Question

A model rocket is launched straight upward with an initial speed of 56.5 m/s. It accelerates with a constant upward acceleration of 1.96 m/s 2 until its engines stop at an altitude of 198.8 m. What is the maximum height reached by the rocket? Answer in units of m.

Answer 1

Maximum height reached by the rocket, h = 202.62 meters

Step-by-step explanation:

It is given that,

Initial speed of the model rocket, u = 56.5 m/s

Constant upward acceleration,
`a=1.96\ m/s^2`

Distance traveled by the engine until it stops, d = 198.8 m

Let v is the speed of the rocket when the engine stops.
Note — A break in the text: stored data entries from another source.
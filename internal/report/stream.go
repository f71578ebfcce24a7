package report

import (
	"bufio"
	"bytes"
	"encoding/csv"
	"errors"
	"fmt"
	"io"
	"os"
	"path/filepath"
	"strconv"
)

// Stream writes a report while its epochs arrive, in memory that does not
// grow with their number: each epoch's row goes to a temporary epochs.csv
// in the report folder at once, and the page keeps only bounded summaries
// (per pixel column the minimum, maximum, first and last time of each
// plotted line; counts and the largest |w| per member; the counts of the
// intervals between epochs). Finish writes events.csv, members.csv and
// index.html and puts epochs.csv in place; a reader never sees half a
// file.
//
// The epochs.csv columns are fixed when the stream is created; columns of
// load patterns that Finish is told to drop (patterns that may appear but
// did not) are removed by rewriting the file once, row by row.
type Stream struct {
	dir  string
	head *Report
	sum  *epochSummary
	// tmp is the temporary epochs.csv (nil when dir is empty: no files).
	tmp  *os.File
	bw   *bufio.Writer
	cw   *csv.Writer
	row  []string
	n    int
	last int64
	err  error
	// created is the report folder when the stream created it: an
	// unfinished stream removes it again if it is still empty.
	created string
}

// NewStream starts a report in dir (created if needed; "" writes no
// files, the summaries are still kept). head gives the report's columns
// (Members, Patterns: every pattern that may be estimated, in column
// order), the period From and To (required: the plots' pixel columns are
// fixed by it) and CriticalValue; its Epochs must be empty. The other
// fields may be filled until Finish. The caller owns head; Finish writes
// from it.
func NewStream(dir string, head *Report) (*Stream, error) {
	if head == nil {
		return nil, errors.New("report: nothing to write (nil report)")
	}
	if head.From.IsZero() || !head.To.After(head.From) {
		return nil, fmt.Errorf("report for %q: a streamed report needs its period (From %s before To %s)", head.Structure, timeText(head.From), timeText(head.To))
	}
	if len(head.Epochs) > 0 {
		return nil, fmt.Errorf("report for %q: a streamed report takes its epochs through Add, not in Epochs", head.Structure)
	}
	return newStream(dir, head, periodRange(head))
}

func newStream(dir string, head *Report, tr timeRange) (*Stream, error) {
	if err := head.validateColumns(); err != nil {
		return nil, fmt.Errorf("report for %q: %w", head.Structure, err)
	}
	s := &Stream{dir: dir, head: head, sum: newEpochSummary(tr, head.CriticalValue, len(head.Members), len(head.Patterns))}
	s.row = make([]string, 0, 5+5*len(head.Members)+2*len(head.Patterns))
	if dir == "" {
		s.cw = csv.NewWriter(io.Discard)
	} else {
		if _, err := os.Stat(dir); os.IsNotExist(err) {
			s.created = dir
		}
		if err := os.MkdirAll(dir, 0o755); err != nil {
			return nil, fmt.Errorf("report: creating folder %s: %w", dir, err)
		}
		tmp, err := os.CreateTemp(dir, "."+EpochsFile+".*")
		if err != nil {
			return nil, fmt.Errorf("report: writing %s: %w", filepath.Join(dir, EpochsFile), err)
		}
		s.tmp = tmp
		s.bw = bufio.NewWriterSize(tmp, 1<<16)
		s.cw = csv.NewWriter(s.bw)
	}
	if err := s.cw.Write(epochsHeader(head)); err != nil {
		s.Abort()
		return nil, fmt.Errorf("report: %s: %w", EpochsFile, err)
	}
	return s, nil
}

// Add writes one epoch (oldest first; one result per member and one
// estimate per pattern of the stream's columns).
func (s *Stream) Add(e Epoch) error {
	if s.err != nil {
		return s.err
	}
	r := s.head
	switch {
	case len(e.Members) != len(r.Members):
		s.err = fmt.Errorf("epoch %d (%s) has %d member results for %d members; give one per Report.Members entry",
			s.n, timeText(e.Time), len(e.Members), len(r.Members))
	case len(e.Loads) != len(r.Patterns):
		s.err = fmt.Errorf("epoch %d (%s) has %d load estimates for %d patterns; give one per Report.Patterns entry",
			s.n, timeText(e.Time), len(e.Loads), len(r.Patterns))
	case s.n > 0 && e.Time.UnixNano() < s.last:
		s.err = fmt.Errorf("epoch %d (%s) is earlier than epoch %d (%s); epochs must be oldest first",
			s.n, timeText(e.Time), s.n-1, timeText(timeOf(s.last)))
	}
	if s.err != nil {
		s.err = fmt.Errorf("report for %q: %w", r.Structure, s.err)
		return s.err
	}
	s.row = epochRow(s.row[:0], e)
	if err := s.cw.Write(s.row); err != nil {
		s.err = fmt.Errorf("report: %s: %w", EpochsFile, err)
		return s.err
	}
	s.sum.add(e)
	s.n++
	s.last = e.Time.UnixNano()
	return nil
}

// Epochs returns the number of epochs added.
func (s *Stream) Epochs() int { return s.n }

// Finish completes the report: keep says which of the stream's pattern
// columns to keep (nil: all; the others are dropped from epochs.csv and
// from head.Patterns), then events.csv, members.csv (when the report has
// member summaries) and index.html are written from head and the
// summaries, and epochs.csv is put in place. The stream is done
// afterwards, also on error (its temporary file is removed).
func (s *Stream) Finish(keep []bool) error {
	defer s.Abort()
	if s.err != nil {
		return s.err
	}
	r := s.head
	if keep != nil && len(keep) != len(r.Patterns) {
		return fmt.Errorf("report for %q: %d pattern flags to keep for %d patterns", r.Structure, len(keep), len(r.Patterns))
	}
	s.cw.Flush()
	if err := s.cw.Error(); err != nil {
		return fmt.Errorf("report: %s: %w", EpochsFile, err)
	}
	var drop []int // epochs.csv columns to drop
	if keep != nil {
		var kept []Pattern
		for j, k := range keep {
			if k {
				kept = append(kept, r.Patterns[j])
				continue
			}
			c := 5 + 5*len(r.Members) + 2*j
			drop = append(drop, c, c+1)
		}
		r.Patterns = kept
	}
	s.sum.finish(keep)
	if s.dir == "" {
		return nil
	}
	if err := s.bw.Flush(); err != nil {
		return fmt.Errorf("report: writing %s: %w", s.tmp.Name(), err)
	}
	if err := s.tmp.Close(); err != nil {
		return fmt.Errorf("report: writing %s: %w", s.tmp.Name(), err)
	}
	csvPath := s.tmp.Name()
	if len(drop) > 0 {
		p, err := dropColumns(csvPath, drop)
		os.Remove(csvPath)
		if err != nil {
			return err
		}
		csvPath = p
		s.tmp = nil
		defer os.Remove(p)
	}
	files := []struct {
		name  string
		write func(*bytes.Buffer) error
	}{
		{EventsFile, func(b *bytes.Buffer) error { return writeEventsCSV(b, r) }},
		{HTMLFile, func(b *bytes.Buffer) error { return writeHTML(b, r, s.sum) }},
	}
	if len(r.MemberSummaries) > 0 {
		files = append(files, struct {
			name  string
			write func(*bytes.Buffer) error
		}{MembersFile, func(b *bytes.Buffer) error { return writeMembersCSV(b, r) }})
	}
	for _, f := range files {
		var buf bytes.Buffer
		if err := f.write(&buf); err != nil {
			return fmt.Errorf("report: %s: %w", f.name, err)
		}
		if err := writeFileAtomic(filepath.Join(s.dir, f.name), buf.Bytes()); err != nil {
			return fmt.Errorf("report: %w", err)
		}
	}
	if err := os.Chmod(csvPath, 0o644); err != nil {
		return fmt.Errorf("report: writing %s: %w", csvPath, err)
	}
	if err := os.Rename(csvPath, filepath.Join(s.dir, EpochsFile)); err != nil {
		return fmt.Errorf("report: writing %s: %w", filepath.Join(s.dir, EpochsFile), err)
	}
	s.tmp = nil
	return nil
}

// Abort removes the temporary epochs.csv of an unfinished stream, and
// the report folder if the stream created it and it is empty. Calling it
// after Finish does nothing.
func (s *Stream) Abort() {
	if s.tmp != nil {
		s.tmp.Close()
		os.Remove(s.tmp.Name())
		s.tmp = nil
		if s.created != "" {
			os.Remove(s.created) // only if empty
		}
	}
	if s.err == nil {
		s.err = errors.New("report: the stream is finished")
	}
}

// dropColumns copies the CSV file at path to a new temporary file in the
// same folder without the given columns (ascending), row by row, and
// returns the new file's path.
func dropColumns(path string, drop []int) (string, error) {
	in, err := os.Open(path)
	if err != nil {
		return "", fmt.Errorf("report: rereading %s: %w", path, err)
	}
	defer in.Close()
	out, err := os.CreateTemp(filepath.Dir(path), "."+EpochsFile+".*")
	if err != nil {
		return "", fmt.Errorf("report: writing %s: %w", EpochsFile, err)
	}
	fail := func(err error) (string, error) {
		out.Close()
		os.Remove(out.Name())
		return "", fmt.Errorf("report: dropping unused columns of %s: %w", EpochsFile, err)
	}
	cr := csv.NewReader(bufio.NewReaderSize(in, 1<<16))
	cr.ReuseRecord = true
	bw := bufio.NewWriterSize(out, 1<<16)
	cw := csv.NewWriter(bw)
	var row []string
	for {
		rec, err := cr.Read()
		if err == io.EOF {
			break
		}
		if err != nil {
			return fail(err)
		}
		row = row[:0]
		d := 0
		for i, v := range rec {
			if d < len(drop) && drop[d] == i {
				d++
				continue
			}
			row = append(row, v)
		}
		if err := cw.Write(row); err != nil {
			return fail(err)
		}
	}
	cw.Flush()
	if err := cw.Error(); err != nil {
		return fail(err)
	}
	if err := bw.Flush(); err != nil {
		return fail(err)
	}
	if err := out.Close(); err != nil {
		os.Remove(out.Name())
		return "", fmt.Errorf("report: writing %s: %w", out.Name(), err)
	}
	return out.Name(), nil
}

// epochRow appends one epochs.csv row of e to row (epochsHeader's order).
func epochRow(row []string, e Epoch) []string {
	row = append(row, timeText(e.Time), floatText(e.Fit.ChiSquare), strconv.Itoa(e.Fit.DOF),
		floatText(e.Fit.PValue), boolText(e.Fit.Rejected))
	for _, m := range e.Members {
		if !m.Present {
			row = append(row, "", "", "", "", "")
			continue
		}
		row = append(row, floatText(m.Measured), floatText(m.Predicted), floatText(m.SigmaResidual),
			floatText(m.W), boolText(m.Checkable))
	}
	for _, l := range e.Loads {
		if !l.Present {
			row = append(row, "", "")
			continue
		}
		row = append(row, floatText(l.Value), floatText(l.StdDev))
	}
	return row
}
It can be calculated using the third equation of motion as :

`v=√(u^2+2ad)`

`v=√((56.5)^2+2* 1.96* 198.8)`

v = 63.02 m/s

At the maximum height, v = 0 and the engine now decelerate under the action of gravity, a = -g. Let h is the maximum height reached by the rocket.

Again using third equation of motion as :

`v^2-u^2=-2gh`

`h=(v^2-u^2)/(-2g)`

`h=(u^2)/(2g)`

`h=((63.02)^2)/(2* 9.8)`

h = 202.62 meters

So, the maximum height reached by the rocket is 202.62 meters. Hence, this is the required solution.